A short distance away, a man wearing the habit of a Dominican friar knelt in the silence of the tower of St Mary’s Church. In front of him stood the great iron-bound box that held the University’s most precious documents – deeds of property, records of accounts, and scrolls containing promises of money and goods.

The University chest. The friar rubbed his hands, and balancing the merest stub of a candle on the chest, began to work on one of the three great locks that kept the University’s business from prying eyes. He felt safe. He had spent several days in the church, playing the part of a pilgrim, so he could become familiar with its layout and routine. That night he had hidden behind one of the pillars when the lay-brother had walked around dousing candles and checking windows. When he had left, the friar had stood stock still behind his pillar for the best part of an hour to make certain no one had followed him. Then he had spent another hour checking the church to make doubly sure. He had climbed on benches to rattle the locks on the windows, and he had taken the precaution of slipping a thick bar across the door before climbing the spiral stairs to the tower.

He hummed as he worked. The singing that evening had been spectacular, with boys’ voices soaring like angels over the drone of the bass and tenor of the men. The friar had been unfamiliar with the music, and had been told it had been written by a Franciscan called Simon Tunstede who was earning something of a reputation as a composer. He paused and stared into the darkness as he tried to recall how the Sanctus had gone. As it came back to him, he resumed his fiddling with the lock, and sang a little louder.

The first lock snapped open, and he shuffled on his knees to the next one. Eventually, the second lock popped open and he moved on to the third. He stopped singing and small beads of sweat broke out on his head. He paused to rub an arm over his face, then continued scraping and poking with his slivers of metal. Suddenly, the last lock snapped open.

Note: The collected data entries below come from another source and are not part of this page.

import { generalizedChebyshev, scatteringAt } from '../../src/index.js';
import type { PlaceZerosRequest, RejectionPiece } from '../../src/proposal/index.js';

/** Rejection of a lossless response at a frequency, dB. */
export type Rejection = (omega: number) => number;

const far = (omega: number): number => Math.min(Math.max(omega, -1e5), 1e5);

/** Level of a piece at omega, dB. */
function levelOf({ fromOmega = 0, toOmega = 0, rejectionDb }: RejectionPiece, omega: number): number {
  if (typeof rejectionDb === 'number') return rejectionDb;
  const [a, b] = rejectionDb;
  return a + ((b - a) * (omega - fromOmega)) / (toOmega - fromOmega);
}

/** Smallest margin over points spread over the mask (even in 1/omega): never below the true one. */
export function sampledMargin({ rejection }: PlaceZerosRequest, rejectionAt: Rejection, points: number): number {
  let worst = Number.POSITIVE_INFINITY;
  for (const piece of rejection) {
    const [low, high] = [1 / far(piece.fromOmega ?? -1e9), 1 / far(piece.toOmega ?? 1e9)];
    for (let n = 0; n <= points; n++) {
      const omega = 1 / (low + ((high - low) * n) / points);
      worst = Math.min(worst, rejectionAt(omega) - levelOf(piece, omega));
    }
  }
  return worst;
}

/** Rejection of the synthesized polynomials. */
export function synthesizedRejection({ order, returnLossDb }: PlaceZerosRequest, zeros: readonly number[]): Rejection {
  const response = generalizedChebyshev({ order, returnLossDb, transmissionZeros: zeros });
  return (omega) => {
    const { s21 } = scatteringAt(response, omega);
    return -20 * Math.log10(Math.hypot(s21.re, s21.im));
  };
}

/**
 * Rejection by the closed form: `C = cosh(sum acosh x_k)`, `x_k = (omega - 1/w_k)/(1 - omega/w_k)`, `10 log10(1 + C^2/kappa^2)`.
 * Source: R. J. Cameron, General coupling matrix synthesis methods for Chebyshev filtering functions, 1999 (from memory).
 */
export function closedFormRejection({ order, returnLossDb }: PlaceZerosRequest, zeros: readonly number[]): Rejection {
  const kappaSquared = 10 ** (returnLossDb / 10) - 1;
  const atInfinity = order - zeros.length;
  return (omega) => {
    let sum = atInfinity * Math.acosh(Math.abs(omega));
    for (const w of zeros) sum += Math.acosh(Math.max(1, Math.abs((omega - 1 / w) / (1 - omega / w))));
    return 10 * Math.log10(1 + Math.cosh(sum) ** 2 / kappaSquared);
  };
}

He flexed his shoulders, cramped from hunching over his work, and carefully lifted the lid. It groaned softly, the leather hinges protesting at the weight. He knelt again and began to sort through the documents that lay within. He had only been working for a few moments when a sound behind him made him leap to his feet. He held his breath in terror and then relaxed when he realised it was only a bird in the bell chamber above. He turned back to the chest again, and continued to rifle through the scrolls and papers.

He suddenly felt a great lurching pain. He tried to stand, but his legs failed him. He put both hands to his chest and moaned softly, leaning against the great box as he did so. He was aware that the light from the candle was growing dimmer as the pain in his chest increased. With the tiniest of sighs, he collapsed over the open chest and died.